Every healthcare practice should know how to complete a pre-acceptance waste audit. It’s an essential part of your disposal workflows and means that your healthcare waste can be safely and efficiently managed, tracked, and disposed of.
It is entirely the responsibility of the healthcare practice to make sure that a pre-acceptance audit is carried out for their premises, and it must be completed in person.
Healthcare professionals must carry out audits regularly. They also need to understand the need for comprehensive and accurate information on a variety of topics.
Perform regular audits
Carrying out pre-acceptance audits routinely allows you to maintain compliance and note any significant and relevant changes that have happened to your practice’s workflows.
Healthcare professionals must conduct an audit every 12 months if they produce more than 5 tonnes of clinical waste in a year. This reduces to performing an audit every 2 or 5 years, dependent on the services provided if they produce less than 5 tonnes of clinical waste in that time.
There are several reasons why you may need to carry out a pre-acceptance audit. These include:
- The time between audit completions has exceeded
- You have made a significant change to your workflows
- The type of waste you are creating has changed
- The waste you are producing is found to not match with a previous pre-acceptance audit.
Keeping your information up-to-date allows waste management teams to treat waste products safely.

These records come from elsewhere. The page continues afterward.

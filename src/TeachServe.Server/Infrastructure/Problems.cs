using Microsoft.AspNetCore.Http.HttpResults;

namespace TeachServe.Server.Infrastructure;

/// <summary>The problem details responses handlers return directly.</summary>
public static class Problems
{
    public static ProblemHttpResult NotFound(string detail) =>
        TypedResults.Problem(detail, statusCode: StatusCodes.Status404NotFound, title: "Not found");

    public static ProblemHttpResult Conflict(string detail, IDictionary<string, object?>? extensions = null) =>
        TypedResults.Problem(detail, statusCode: StatusCodes.Status409Conflict, title: "Conflict", extensions: extensions);

    public static ProblemHttpResult BadRequest(string detail) =>
        TypedResults.Problem(detail, statusCode: StatusCodes.Status400BadRequest, title: "Bad request");

    public static ProblemHttpResult Unprocessable(string detail, IDictionary<string, object?>? extensions = null) =>
        TypedResults.Problem(detail, statusCode: StatusCodes.Status422UnprocessableEntity, title: "Invalid content", extensions: extensions);

    public static ProblemHttpResult Forbidden(string detail) =>
        TypedResults.Problem(detail, statusCode: StatusCodes.Status403Forbidden, title: "Forbidden");
}
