namespace TeachServe.Server.Infrastructure;

/// <summary>
/// A map with a fixed capacity that drops its least recently used entry when full (common practice: a hash map
/// over a doubly linked list, every operation O(1)). Thread-safe through one lock; the work under it is a few
/// pointer moves, far below the cost of what the caches keep.
/// </summary>
public sealed class LruIndex<TKey, TValue>(int capacity, IEqualityComparer<TKey>? comparer = null) where TKey : notnull
{
    private readonly Dictionary<TKey, LinkedListNode<(TKey Key, TValue Value)>> _map = new(comparer);
    private readonly LinkedList<(TKey Key, TValue Value)> _order = new();
    private readonly Lock _lock = new();

    public int Capacity { get; } = capacity > 0 ? capacity : throw new ArgumentOutOfRangeException(nameof(capacity));

    public int Count
    {
        get
        {
            lock (_lock) return _map.Count;
        }
    }

    public bool TryGet(TKey key, out TValue value)
    {
        lock (_lock)
        {
            if (_map.TryGetValue(key, out var node))
            {
                _order.Remove(node);
                _order.AddFirst(node);
                value = node.Value.Value;
                return true;
            }
        }
        value = default!;
        return false;
    }

    /// <summary>Reads without counting as a use (for checks that must not keep an entry alive).</summary>
    public bool TryPeek(TKey key, out TValue value)
    {
        lock (_lock)
        {
            if (_map.TryGetValue(key, out var node))
            {
                value = node.Value.Value;
                return true;
            }
        }
        value = default!;
        return false;
    }

    /// <summary>The entry for <paramref name="key"/>, added by <paramref name="create"/> (under the lock, so keep it cheap) when missing.</summary>
    public TValue GetOrAdd(TKey key, Func<TKey, TValue> create)
    {
        lock (_lock)
        {
            if (_map.TryGetValue(key, out var node))
            {
                _order.Remove(node);
                _order.AddFirst(node);
                return node.Value.Value;
            }
            var value = create(key);
            AddFirst(key, value);
            return value;
        }
    }

    public void Set(TKey key, TValue value)
    {
        lock (_lock)
        {
            if (_map.Remove(key, out var old)) _order.Remove(old);
            AddFirst(key, value);
        }
    }

    public bool Remove(TKey key)
    {
        lock (_lock)
        {
            if (!_map.Remove(key, out var node)) return false;
            _order.Remove(node);
            return true;
        }
    }

    /// <summary>Removes the entry only if it still holds <paramref name="value"/> (a newer one is kept).</summary>
    public bool Remove(TKey key, TValue value)
    {
        lock (_lock)
        {
            if (!_map.TryGetValue(key, out var node) || !EqualityComparer<TValue>.Default.Equals(node.Value.Value, value)) return false;
            _map.Remove(key);
            _order.Remove(node);
            return true;
        }
    }

    private void AddFirst(TKey key, TValue value)
    {
        _map[key] = _order.AddFirst((key, value));
        while (_map.Count > Capacity)
        {
            var last = _order.Last!;
            _order.RemoveLast();
            _map.Remove(last.Value.Key);
        }
    }
}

It also allows them to assess whether they can help you from a technical and legal standpoint.
As a practice that cares about the effective disposal of its refuse, this is your first step to ensuring it can be treated safely and effectively.
Information to include
Your pre-acceptance audit will require complete information on your practice’s disposal workflows.
Healthcare practices must work with the colour-coded waste guidance as per the HTM 07-01. Doing so will allow you to consistently identify and segregate your waste in daily workflows. It also makes completing pre-acceptance audits more straightforward.
The audit must include information about the practice itself, the care it provides, and information on the audit such as when it was carried out, by whom, and how this was done.
A healthcare practice must break down the waste types produced within each area of the premises. These can be identified by the colour coding system, and will likely include:
- Infectious waste items (yellow or orange waste streams)
- Cytotoxic and cytostatic contaminated material (purple waste stream)
- Sharps (yellow or orange waste streams)
- Pharmaceuticals or controlled drugs (blue waste stream)
- Non-hazardous offensive waste (yellow and black, or tiger, waste streams)
- Anatomical waste (red waste stream)
- Dental amalgam and gypsum (white waste stream).
Every type of waste product your practice creates must be accounted for and you must also stipulate whether the waste has come from a human or animal source.
If your practice needs to make changes because of the findings of the pre-acceptance audit, these must also be recorded.
Receiving help for your pre-acceptance audit
Pre-acceptance audits can, at first, seem complex and overwhelming. Consulting with a waste management company like Initial Medical will be beneficial. Our teams are experts in the safe and environmentally-friendly management of healthcare waste, and can handle all of the waste produced in healthcare environments. Making clinical waste processes simple to understand is our passion, and our teams are on hand for support at a moment’s notice.
A pre-acceptance audit is essential when managing your workflows. With regular and comprehensive reviews, you can be sure to follow each obligation you have for safer disposal.